Lucky for me, Dan likes building. He enjoys the puzzle of it, I suspect, the coop growing almost organically from his mulling and pacing and staring at the empty spot on which it will appear. The kids have been interested in the process this time around. And I'm glad to see it. I was afraid the girls might catch my tool-o-phobia. Yup, I'm pretty... well, VERY... clueless when it comes to building and I didn't want them to think this was some sort of feminine trait. "Yes honey, women CAN build stuff... Women DO build stuff.... well, no, not this woman.... (I know, I have to get over this. And one of these days, maybe I will.)


Anyway, here's the crew helping out.

I'll post a finished photo of the new and improved coop this weekend (With luck and good weather, of course!)

Wednesday, July 2, 2008

Jaguar Has two Mommies

This is "Little Jaguar", one of the four naturally-brooded chicks that appeared in our coop last month. As you may recall, Jaguar and his two siblings were brooded by our dominant and determined hen, Chicklee. Java, a second broody, hatched a fourth chick about a day later.

But Java never quite got the hang of mothering. She alternately pecked and overprotected the little guy, and in a few days, her chick disappeared. (I tried to snatch him up to raise in the house but he was so vehemently and LOUDLY distraught that I returned him.) I spent a very sad and regretful evening searching the brush around the chicken coop while Java, apparently the last to know, continued to coo and cluck and generally act as if she had her babe at her side. It took a few days for the disappearance to sink in. When the imaginary chick thing finally wore thin, Java began tailing Chicklee and her little brood.

Chicklee wasn't so keen on this at first, and the two squabbled and puffed, but then some light went on in Chicklee's dim (though charming) chicken brain, and she decided that yes, another Mommy was just what her little family needed after all.

The pair are inseparable now. They mirror each other's actions. If Chicklee preens, Java preens as well. If Java scratches in the bare patch under the raspberry bushes, Chicklee is scratching right beside her. The two fend off other hens and keep careful tabs on their brood.

Perhaps Chicklee's mothering skills rubbed off on poor Java or perhaps her own long delayed little light bulb finally blinked on. Whatever the case, I love watching the little family strut around the yard.

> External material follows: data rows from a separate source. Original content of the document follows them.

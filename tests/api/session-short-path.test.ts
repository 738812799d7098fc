/**
 * The short session path for GETs (server/auth/session-middleware.ts) in one process: a signed-in session
 * this node holds in memory is answered without the store's read, yet a sign-out, a deactivation or a
 * forged cookie is refused at once, and the rolling expiry still moves (written at most every
 * TOUCH_EVERY_MS). A long cache bound (SESSION_CACHE_SECONDS=3600) here, so only the invalidation can make
 * the node forget. (Across two processes: session-cache-nodes.test.ts.)
 */
import { afterAll, afterEach, describe, expect, it, vi } from 'vitest'
import request from 'supertest'

process.env.SESSION_CACHE_SECONDS = '3600'
const { setConfigForTests, loadConfig } = await import('../../server/config')
setConfigForTests(loadConfig())
const { closeTestApp, makeUser, testApp, clientOf } = await import('../helpers/api')
const { SessionStore, TOUCH_EVERY_MS } = await import('../../server/auth/session-store')
const { db } = await import('../../server/db/sequelize')
const { QueryTypes } = await import('sequelize')

afterEach(() => {
  vi.useRealTimers()
  vi.restoreAllMocks()
})
afterAll(async () => {
  await closeTestApp()
})

/** Signs in over a fresh agent and returns the session cookie as sent back (`rw.sid=…`) and the session id. */
async function signInCookie(user: { email: string; password: string }) {
  const agent = request.agent(testApp())
  const csrf = (await agent.get('/api/auth/csrf').expect(200)).body.token as string
  const res = await agent.post('/api/auth/login').set('X-CSRF-Token', csrf).send({ email: user.email, password: user.password }).expect(200)
  const cookie = ([] as string[]).concat(res.headers['set-cookie'] ?? []).find((c) => c.startsWith('rw.sid='))!.split(';')[0]
  const value = decodeURIComponent(cookie.slice('rw.sid='.length))
  return { agent, csrf, cookie, sid: value.slice(2, value.lastIndexOf('.')) }
}

const me = (cookie: string) => request(testApp()).get('/api/auth/me').set('Cookie', cookie)

/** GETs /api/auth/me until one is answered without the store's read (the change feed connects on its own time). */
async function untilShortPath(cookie: string): Promise<void> {
  const reads = vi.spyOn(SessionStore.prototype, 'get')
  for (let i = 0; i < 50; i++) {
    const before = reads.mock.calls.length
    await me(cookie).expect(200)
    if (reads.mock.calls.length === before) return
    await new Promise((r) => setTimeout(r, 100))
  }
  throw new Error('the session was never answered from memory')
}

async function storedExpiry(sid: string): Promise<number> {
  const [row] = await db().query<{ ms: number }>(`SELECT date_part('epoch', expire) * 1000 AS ms FROM "session" WHERE sid = $1`, { bind: [sid], type: QueryTypes.SELECT })
  return Number(row.ms)
}

describe('the short session path for GETs', () => {
  it('answers a held session without reading the store, and refuses it at once after a sign-out through the same node', async () => {
    const l = await makeUser('listener', 'Short Path Sign-out')
    const s = await signInCookie(l)
    await untilShortPath(s.cookie)
    expect((await me(s.cookie).expect(200)).body).toMatchObject({ id: l.id, name: 'Short Path Sign-out' })
    await s.agent.post('/api/auth/logout').set('X-CSRF-Token', s.csrf).expect(204)
    await me(s.cookie).expect(401)
    await me(s.cookie).expect(401)
  })

  it('refuses a held session at once when its account is switched off', async () => {
    const l = await makeUser('listener', 'Short Path Deactivated')
    const s = await signInCookie(l)
    await untilShortPath(s.cookie)
    const sup = await clientOf(testApp(), await makeUser('supervisor'))
    await sup.post(`/api/team/members/${l.id}/deactivate`).expect(200)
    await me(s.cookie).expect(401)
  })

  it('refuses a cookie carrying a held session\'s id with a wrong signature (the remembered signature is per cookie value)', async () => {
    const l = await makeUser('listener', 'Short Path Forged')
    const s = await signInCookie(l)
    await untilShortPath(s.cookie)
    const forged = `rw.sid=${encodeURIComponent(`s:${s.sid}.AAAAforgedsignatureAAAAAAAAAAAAAAAAAAAAAAA`)}`
    await me(forged).expect(401)
    await me(`rw.sid=${encodeURIComponent(s.sid)}`).expect(401)
    await me(s.cookie).expect(200)
  })

  it('moves the rolling expiry (stored and cookie) once it would move by TOUCH_EVERY_MS, and not on every request', async () => {
    const l = await makeUser('listener', 'Short Path Rolling')
    const s = await signInCookie(l)
    await untilShortPath(s.cookie)
    const before = await storedExpiry(s.sid)
    // soon after the last write: neither a write nor a new cookie
    const soon = await me(s.cookie).expect(200)
    expect(soon.headers['set-cookie']).toBeUndefined()
    expect(await storedExpiry(s.sid)).toBe(before)
    // the clock of this process moved on by more than TOUCH_EVERY_MS (only Date is faked; timers and sockets are real)
    vi.useFakeTimers({ toFake: ['Date'] })
    vi.setSystemTime(Date.now() + TOUCH_EVERY_MS + 60_000)
    const reads = vi.spyOn(SessionStore.prototype, 'get')
    reads.mockClear() // the spy of untilShortPath, with its calls
    const later = await me(s.cookie).expect(200)
    expect(reads).not.toHaveBeenCalled()
    const sent = ([] as string[]).concat(later.headers['set-cookie'] ?? []).find((c) => c.startsWith('rw.sid='))
    expect(sent).toBeDefined()
    expect(sent!.split(';')[0]).toBe(s.cookie)
    const expires = Date.parse(/Expires=([^;]+)/i.exec(sent!)![1])
    expect(expires - before).toBeGreaterThanOrEqual(TOUCH_EVERY_MS)
    expect(await storedExpiry(s.sid) - before).toBeGreaterThanOrEqual(TOUCH_EVERY_MS)
  })
})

They range far and wide, venturing together where a single mama hen would not dare to tread. It is a surprisingly beautiful happy ending, a small victory snatched from what appeared to be an utter defeat. Yup, Jaguar has two Mommies and we are all the better off for it.

Tuesday, July 1, 2008

Stubborn Beauty*


(*I'm channeling my inner 23 year old hipster today)


This week we've had what our weather radio terms an "unsettled weather pattern". I'm not sure what meteorologists mean by this term, but to me it means an ever-changing sky, a sky that breathes and heaves and thumps and sparks and, sometimes, practically dances across the horizon, wind gusts that are so specific you can step into them as if you are wading a stream, darkness at noon, walls of rain, sudden epiphanies of sun.



Driving back and forth the state has been a bit of a treat these days. Okay, perhaps this is just a bit of exaggeration.... But I love watching the shifting clouds and colors on the roadway before me, moving in and out of weather, searching out the storm in one distant spot on a big, big horizon.



I don't believe that this weather is native to New England. To me, it seems vaguely southern or perhaps western, even, where the sweep and spanse of the land so complements a vitality of sky and wind.



I've lived in many different parts of the country and in every place, people say "If you don't like the weather, just stick around a minute an' it'll change." Not usually true, that one. But lately, Colrain's usually stubborn and stolid weather has taken flights of fancy!